Plus de 80% des cellules devraient exprimer la GFP après 48 heures. Aspirez soigneusement les milieux de culture des cellules HEK293T transfectées, puis lavez les cellules avec du PBS froid. Aspirez le PBS.
Ajouter 25 microlitres de tampon de lyse non dénaturant pour la lyse cellulaire et incuber pendant 15 minutes sur la glace en balançant doucement. Ensuite, ajoutez 20 microlitres du lysat résultant dans une nouvelle plaque de dosage de 96 puits contenant 100 microlitres d’un réactif de substrat de luciférase Firefly et mélangez doucement la plaque en tapotant. Chargez la plaque jusqu’à un lecteur de plaques et mesurez la luminescence à l’aide d’un détecteur supérieur avec une hauteur de lecture d’un millimètre et un temps d’intégration d’une seconde.
Immédiatement après avoir lu la luminescence luciférase Firefly, ajoutez 100 microlitres de substrat de Renilla luciferase aux puits, ce qui éteint l’activité de la luciférase Firefly tout en évaluant l’activité de Renilla luciferase. Mélanger les échantillons par agitation douce sur plaque et mesurer à nouveau la luminescence pour évaluer l’activité de Renilla luciferase. Comparez l’activité relative des protéines variantes en quantifiant les réponses du rapporteur et en normalisant la valeur de Firefly et Renilla pour chaque variante par rapport au type sauvage Ube3a.

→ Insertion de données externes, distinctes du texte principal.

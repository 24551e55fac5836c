import { DatePipe } from '@angular/common';
import { ChangeDetectionStrategy, Component, inject } from '@angular/core';
import { rxResource } from '@angular/core/rxjs-interop';
import { MatButtonModule } from '@angular/material/button';
import { MAT_DIALOG_DATA, MatDialogModule } from '@angular/material/dialog';
import { MatProgressBarModule } from '@angular/material/progress-bar';
import { AuditTable } from '../audit/audit-table';
import { StudyApi } from '../studies/study-api';
import type { Run } from '../studies/study-types';

export interface RunHistoryData {
  studyId: number;
  run: Run;
}

/** Every recorded change to one run, newest first: who, when, old, new, why. */
@Component({
  selector: 'sm-run-history-dialog',
  changeDetection: ChangeDetectionStrategy.OnPush,
  imports: [DatePipe, MatDialogModule, MatButtonModule, MatProgressBarModule, AuditTable],
  template: `
    <h2 mat-dialog-title>History of run {{ data.run.code }}</h2>
    <mat-dialog-content>
      <p class="sub">Last changed {{ data.run.updatedAt | date: 'd MMM y, HH:mm' }} · version {{ data.run.version }}</p>
      @if (history.isLoading()) {
        <mat-progress-bar mode="indeterminate" aria-label="Loading the history" />
      } @else if (history.hasValue()) {
        <sm-audit-table [events]="history.value()" [showRun]="false" data-testid="run-history" />
      }
    </mat-dialog-content>
    <mat-dialog-actions align="end"><button mat-button mat-dialog-close>Close</button></mat-dialog-actions>
  `,
  styles: `
    .sub {
      color: var(--mat-sys-on-surface-variant);
      margin-top: 0;
    }
  `,
})
export class RunHistoryDialog {
  protected readonly data = inject<RunHistoryData>(MAT_DIALOG_DATA);
  private readonly api = inject(StudyApi);
  protected readonly history = rxResource({
    params: () => ({ id: this.data.studyId, runId: this.data.run.id }),
    stream: ({ params }) => this.api.runHistory(params.id, params.runId),
  });
}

Les cellules HEK293T transfectées avec des quantités croissantes de plasmides codant pour Ube3a de type sauvage montrent une augmentation linéaire de la réponse BAR. Le test BAR identifie les variantes des plasmides liées à la maladie, démontrant la précision et la généralité de cette méthode. Le criblage BAR pour 152 variantes d’Ube3a montre une perte bénigne de fonction et un gain de mutations fonctionnelles par rapport à Ube3a de type sauvage.
Le gain de substitution de la fonction glutamate, la perte de la substitution de la proline et une autre perte de fonction de substitution de l’arginine à la position 588 d’Ube3a ont produit des effets radicalement différents, soulignant ainsi l’importance de l’évaluation empirique des variantes. Le diagramme thermique montre les résultats BAR normalisés pour une analyse mutationnelle complète à la position 588 dans Ube3a. L’ombrage blanc représente les niveaux d’activité Ube3a de type sauvage, l’ombrage bleu indique la perte de fonction et l’ombrage rouge indique le gain de mutations fonctionnelles.
Au-delà des implications cliniques de nos travaux, Ube3a fait partie de la famille des ubiquitines ligases du domaine HECT, qui possèdent toutes le domaine catalytique HECT conservé. Et je pense que l’un des aspects fascinants de notre travail est qu’il fournit de riches données sur la fonction de structure sur Ube3a, et cela peut être utilisé pour acquérir une compréhension mécaniste plus profonde pour cette classe d’enzymes.